→ Task statement: From the entries, return every line where the string "developed" shows up.
**** Record set
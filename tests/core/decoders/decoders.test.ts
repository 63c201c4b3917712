import fc from 'fast-check';
import { describe, expect, it } from 'vitest';
import { matrixFromRows, type SparseMatrix, syndrome } from '../../../src/core/codes/sparse-matrix.ts';
import { createDecoder } from '../../../src/core/decoders/create-decoder.ts';
import { erased } from '../../../src/core/decoders/decoder.ts';
import { finiteAlphabet, oppositeTable, rememberedTable } from '../../../src/core/decoders/finite-alphabet.ts';
import { minSumSettings, scaledMagnitude } from '../../../src/core/decoders/settings.ts';
import { columnDegrees, tannerGraph } from '../../../src/core/decoders/tanner-graph.ts';
import { ParamError } from '../../../src/core/errors.ts';
import { smallMatrix } from '../../models/random-matrix.ts';
import { developed, planarDifferenceSets } from '../../reference/difference-sets.ts';
import { simulatedCodes } from '../../reference/simulated-codes.ts';

const plane4 = developed(21, planarDifferenceSets[4].set);
const bec = { kind: 'bec', e: 0.3 } as const;
const bsc = { kind: 'bsc', p: 0.05 } as const;

/** All codewords of a small code, by trying every word. */
function codewords(H: SparseMatrix): Uint8Array[] {
  return Array.from({ length: 2 ** H.cols }, (_, bits) =>
    Uint8Array.from({ length: H.cols }, (_, j) => (bits >> j) & 1),
  ).filter((word) => !syndrome(H, word).includes(1));
}

describe('elimination', () => {
  it('finds a bit exactly when all codewords that agree with what was received have it alike', () => {
    fc.assert(
      fc.property(smallMatrix, fc.nat(1023), fc.nat(), (H, mask, pick) => {
        const words = codewords(H);
        const sent = words[pick % words.length]!;
        const received = sent.map((bit, j) => ((mask >> j) & 1 ? erased : bit));
        const agreeing = words.filter((word) => word.every((bit, j) => received[j] === erased || received[j] === bit));
        const expected = received.map((_, j) =>
          agreeing.every((word) => word[j] === agreeing[0]![j]) ? agreeing[0]![j]! : erased,
        );
        expect(Array.from(createDecoder(H, { kind: 'elimination' }, bec).decode(received).word)).toEqual(
          Array.from(expected),
        );
      }),
      { numRuns: 150 },
    );
  });
});

describe('peeling', () => {
  it('leaves the largest set of erased bits that meets no check once (tried over all subsets)', () => {
    fc.assert(
      fc.property(smallMatrix, fc.nat(1023), (H, bits) => {
        const mask = bits & (2 ** H.cols - 1);
        const rows = Array.from({ length: H.rows }, (_, i) =>
          H.colIndex.subarray(H.rowStart[i], H.rowStart[i + 1]).reduce((sum, c) => sum | (1 << c), 0),
        );
        let stopping = 0;
        for (let subset = 0; subset < 2 ** H.cols; subset++) {
          const once = rows.some((row) => [1, 2, 4, 8, 16, 32, 64, 128, 256, 512].includes(row & subset));
          if ((subset & ~mask) === 0 && !once) stopping |= subset;
        }
        const received = Uint8Array.from({ length: H.cols }, (_, j) => ((mask >> j) & 1 ? erased : 0));
        const { word } = createDecoder(H, { kind: 'peeling' }, bec).decode(received);
        expect(word.reduce((sum, bit, j) => sum | (bit === erased ? 1 << j : 0), 0)).toBe(stopping);
      }),
      { numRuns: 60 },
    );
  });

  it('never finds less than nothing and never more than elimination', () => {
    const peel = createDecoder(plane4, { kind: 'peeling' }, bec);
    const solve = createDecoder(plane4, { kind: 'elimination' }, bec);
    fc.assert(
      fc.property(fc.uniqueArray(fc.nat(20)), (positions) => {
        const received = new Uint8Array(21);
        for (const j of positions) received[j] = erased;
        const left = peel.decode(received).word.filter((bit) => bit === erased).length;
        expect(solve.decode(received).word.filter((bit) => bit === erased).length).toBeLessThanOrEqual(left);
      }),
    );
  });
});

describe('the finite-alphabet table', () => {
  it('from memory is symmetric in its messages and never falls as a message rises', () => {
    for (let a = 0; a < 7; a++)
      for (let b = 0; b < 7; b++) {
        expect(rememberedTable[a]![b]).toBe(rememberedTable[b]![a]);
        if (a > 0) expect(rememberedTable[a]![b]!).toBeGreaterThanOrEqual(rememberedTable[a - 1]![b]!);
      }
  });

  it('for received 0 never says less than the one for received 1', () => {
    const one = oppositeTable(rememberedTable);
    rememberedTable.forEach((row, a) => {
      row.forEach((value, b) => {
        expect(value).toBeGreaterThanOrEqual(one[a]![b]!);
      });
    });
  });

  it('may be given in the spec: here sums cut to three levels, which correct a single error', () => {
    const sums = Array.from({ length: 7 }, (_, a) =>
      Array.from({ length: 7 }, (_, b) => Math.max(-3, Math.min(3, 1 + (a - 3) + (b - 3)))),
    );
    const H = simulatedCodes.arr7_3!();
    const graph = tannerGraph(H);
    const decoder = finiteAlphabet(graph, columnDegrees(H), { kind: 'finite-alphabet', table: sums }, 5);
    const received = new Uint8Array(49);
    received[3] = 1;
    expect(decoder.decode(received)).toMatchObject({ converged: true });
    expect(decoder.decode(received).word).not.toContain(1);
  });

  it('is refused for another column weight, and when it is not symmetric in its messages', () => {
    expect(() => createDecoder(plane4, { kind: 'finite-alphabet' }, bsc)).toThrow(ParamError);
    const skew = rememberedTable.map((row) => row.slice());
    skew[0]![6] = 3;
    const fano = developed(7, planarDifferenceSets[2].set);
    expect(() => createDecoder(fano, { kind: 'finite-alphabet', table: skew }, bsc)).toThrow(ParamError);
  });

  it('beats Gallager B on the Tanner code', () => {
    const H = simulatedCodes.tanner155!();
    const failures = (kind: 'finite-alphabet' | 'gallager-b') => {
      const decoder = createDecoder(H, { kind }, bsc);
      let failed = 0;
      for (let start = 0; start < 155; start++) {
        const received = new Uint8Array(155);
        for (const step of [0, 17, 40, 66, 101, 139]) received[(start * 31 + step * (start + 1)) % 155] = 1;
        if (decoder.decode(received).word.includes(1)) failed += 1;
      }
      return failed;
    };
    expect(failures('finite-alphabet')).toBeLessThanOrEqual(failures('gallager-b'));
  });
});

describe('min-sum settings', () => {
  it('never let 8-bit sums saturate', () => {
    fc.assert(
      fc.property(fc.integer({ min: 1, max: 140 }), fc.integer({ min: 1, max: 126 }), (weight, c) => {
        const degrees = Uint32Array.of(1, weight);
        try {
          const settings = minSumSettings(degrees, { kind: 'min-sum', c });
          expect(settings.c + weight * settings.rMax).toBeLessThanOrEqual(127);
          expect(settings.c + weight * (settings.rMax + 1)).toBeGreaterThan(127);
        } catch (error) {
          expect(error).toBeInstanceOf(ParamError);
          expect(c + weight).toBeGreaterThan(127);
        }
      }),
    );
  });

  it.each([
    ['1/8', [0, 0, 1, 2]],
    ['1/4', [0, 1, 2, 5]],
    ['1/2', [1, 3, 5, 10]],
    ['3/4', [2, 5, 8, 15]],
    ['1', [3, 7, 11, 20]],
    ['offset-1', [2, 6, 10, 20]],
  ] as const)('scale magnitudes 3, 7, 11 and 21 by %s, cut to 20', (scale, expected) => {
    expect([3, 7, 11, 21].map((m) => scaledMagnitude(m, { scale, rMax: 20 }))).toEqual(expected);
  });
});

describe('Gallager B', () => {
  it('takes a list of thresholds by iteration, the last standing for the rest', () => {
    const received = new Uint8Array(21);
    for (const j of [0, 2, 5]) received[j] = 1;
    const run = (threshold: number | number[]) => {
      const decoder = createDecoder(plane4, { kind: 'gallager-b', threshold, iterations: 4 }, bsc);
      return Array.from(decoder.decode(received).word);
    };
    expect(run([3, 3, 3])).toEqual(run(3));
    expect(run([4])).toEqual(run(4));
    const words = new Set([run([3, 4]), run([4, 3]), run(3), run(4)].map(String));
    expect(words.size).toBeGreaterThan(1);
  });
});

describe('majority logic', () => {
  it('keeps a bit at a tie', () => {
    const H = matrixFromRows(4, [
      [0, 1],
      [0, 2],
      [1, 2, 3],
    ]);
    // Bit 0 is in two checks; one of them fails.
    const received = Uint8Array.of(0, 1, 0, 1);
    expect(createDecoder(H, { kind: 'majority-logic' }, bsc).decode(received).word[0]).toBe(0);
  });
});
********
→ Task response:
import { developed, planarDifferenceSets } from '../../reference/difference-sets.ts';
const plane4 = developed(21, planarDifferenceSets[4].set);
    const fano = developed(7, planarDifferenceSets[2].set);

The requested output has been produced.